Verzilverbare populariteit wijkt i.c. voor de vrijheid van meningsuiting, c.q. de ‘bij het publiek bestaande behoefte aan voorlichting over een publiek persoon’. Geen merkinbreuk, geldige reden: “Zij moet het onderwerp van het boek kunnen benoemen.” Enkele passages:

4.5. Het portretrecht verleent de geportretteerde derhalve geen absoluut recht "am eigenen bild”. Dit recht kan naar her oordeel van de rechtbank ook niet worden afgeleid uit de door Cruijff c.s. genoemde uitspraken van het Europese Hof voor de Rechten van de Mens (hierna: EHRM) in de zaken Reklos en Caroline van Hanover. De meeste aanknopingspunten voor de stelling van Cruijff C.S. zijn te vinden in de zaak Reklos. In die zaak overweegt het EHRM als volgt:

A person's image constitutes one of the chief attributes of his personality, as it reveals the person's unique characteristics and distinguishes the person from his or her peers.
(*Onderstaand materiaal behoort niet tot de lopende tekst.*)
#[test]
fn solution_entries_refer_to_pure_solutes() {
    let all = substances();
    let index = by_name(&all);
    let mut count = 0;
    for s in &all {
        if !is_solution(s) {
            continue;
        }
        count += 1;
        let n = name(s);
        for key in ["formula", "molar_mass", "gives"] {
            assert!(
                s.get(key).is_none(),
                "{n}: a solution entry has no {key} of its own"
            );
        }
        let solute = str_field(s, "solution_of").unwrap_or_else(|| panic!("{n}: no solution_of"));
        let target = index
            .get(&solute.to_lowercase())
            .unwrap_or_else(|| panic!("{n}: solute {solute:?} is not a substance"));
        assert!(
            !is_solution(target),
            "{n}: solute {solute:?} is itself a solution"
        );
        let pct = sourced(s, "mass_percent").unwrap_or_else(|| panic!("{n}: no mass_percent"));
        assert!(pct > 0.0 && pct <= 100.0, "{n}: mass_percent {pct}");
        let rho = sourced(s, "density").unwrap_or_else(|| panic!("{n}: no density"));
        assert!((0.6..=2.5).contains(&rho), "{n}: density {rho}");
    }
    assert!(count >= 15, "only {count} commercial solutions");
}

#[test]
fn concentrated_hydrochloric_acid_is_12_molar() {
    // CRC Handbook of Chemistry and Physics, "Concentrative properties of aqueous
    // solutions": 37 % HCl at 20 °C is about 12.0 mol/L.
    let c = molarity(&substances(), "hydrochloric acid, concentrated");
    assert!((c - 12.0).abs() <= 0.2, "conc. HCl {c:.2} mol/L");
}

#[test]
fn concentrated_sulfuric_acid_is_18_molar() {
    // CRC Handbook of Chemistry and Physics, "Concentrative properties of aqueous
    // solutions": 96 % H2SO4 at 20 °C is about 18.0 mol/L.
    let c = molarity(&substances(), "sulfuric acid, concentrated");
    assert!((c - 18.0).abs() <= 0.4, "conc. H2SO4 {c:.2} mol/L");
}

#[test]
fn concentrated_ammonia_is_about_14_8_molar() {
    // CRC Handbook of Chemistry and Physics, "Concentrative properties of aqueous
    // solutions": 28 % NH3 (density 0.898 at 20 °C) is about 14.8 mol/L.
    let c = molarity(&substances(), "ammonia solution, concentrated");
    assert!((c - 14.8).abs() <= 0.5, "conc. ammonia {c:.2} mol/L");
}

#[test]
fn fifty_percent_sodium_hydroxide_is_19_1_molar() {
    // CRC Handbook of Chemistry and Physics, "Concentrative properties of aqueous
    // solutions": 50 % NaOH (density 1.5253 at 20 °C) is about 19.1 mol/L.
    let c = molarity(&substances(), "sodium hydroxide solution 50%");
    assert!((c - 19.1).abs() <= 0.3, "50 % NaOH {c:.2} mol/L");
}

#[test]
fn key_substances_are_present() {
    let all = substances();
    let index = by_name(&all);
    for n in [
        "sodium cyanide",
        "potassium cyanide",
        "sodium sulfide",
        "sodium hydrosulfide",
        "sodium metabisulfite",
        "sodium fluoride",
        "ammonium bifluoride",
        "hydrofluoric acid 48%",
        "sodium azide",
        "sodium nitrite",
        "ammonium chloride",
        "sodium bicarbonate",
        "sodium hypochlorite solution 6%",
        "calcium hypochlorite",
        "sodium chlorite",
        "tris",
        "hepes",
        "edta",
        "glycine",
        "sodium hydroxide",
        "acetic acid",
        "water",
        "sodium",
        "lithium aluminium hydride",
        "aluminium phosphide",
        "calcium carbide",
        "arsenic trioxide",
        "sodium selenite",
        "hydrazine sulfate",
        "hydroxylamine hydrochloride",
    ] {
        assert!(index.contains_key(n), "missing {n}");
    }
    // Metabisulfite gives two sulfite per mole (S2O5^2- + H2O -> 2 HSO3-).
    let mbs = index["sodium metabisulfite"];
    let n = mbs["gives"]["families"]["sulfite"].as_f64().unwrap();
    assert_eq!(n, 2.0);
    // Sodium hydroxide gives only Na+ (the hydroxide is implied by electroneutrality).
    let naoh = &index["sodium hydroxide"]["gives"];
    assert!(naoh.get("families").is_none());
    assert_eq!(naoh["ions"]["Na+"].as_f64(), Some(1.0));
}

#[test]
fn gives_are_consistent_with_species_yaml_when_present() {
    // data/species.yaml is written separately; when it exists every family and strong ion
    // used here must be defined there.
    let path = Path::new(file!())
        .parent()
        .unwrap()
        .join("../data/species.yaml");
    let Ok(text) = std::fs::read_to_string(&path) else {
        eprintln!("{} not present; cross-check skipped", path.display());
        return;
    };
    let doc = load(&text, "species.yaml");
    let Some(fams) = doc.get("families").and_then(Value::as_sequence) else {
        eprintln!("species.yaml has no families list yet; cross-check skipped");
        return;
    };
    let defined: HashSet<String> = fams
        .iter()
        .filter_map(|f| str_field(f, "id"))
        .map(String::from)
        .collect();
    let ions: HashSet<String> = doc
        .get("strong_ions")
        .and_then(Value::as_sequence)
        .map(|l| {
            l.iter()
                .filter_map(|i| str_field(i, "formula"))
                .map(String::from)
                .collect()
        })
        .unwrap_or_default();
    for s in substances() {
        let Some(gives) = s.get("gives") else {
            continue;
        };
        if let Some(m) = gives.get("families").and_then(Value::as_mapping) {
            for (id, _) in m {
                let id = id.as_str().unwrap();
                assert!(
                    defined.contains(id),
                    "{}: family {id} not in species.yaml",
                    name(&s)
                );
            }
        }
        if let Some(m) = gives.get("ions").and_then(Value::as_mapping) {
            for (id, _) in m {
                let id = id.as_str().unwrap();
                assert!(
                    ions.contains(id),
                    "{}: strong ion {id} not in species.yaml",
                    name(&s)
                );
            }
        }
    }
}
The right to he protection of one's image is thus one of the essential components of personal development and presupposes the right to control the use of that image. (. . .) in most cases the right to control such use involves the possibility for an individual to refuse publication of his or her image, it also covers the individual's right to object to the recording. (...) and the reproduction of that image by another person.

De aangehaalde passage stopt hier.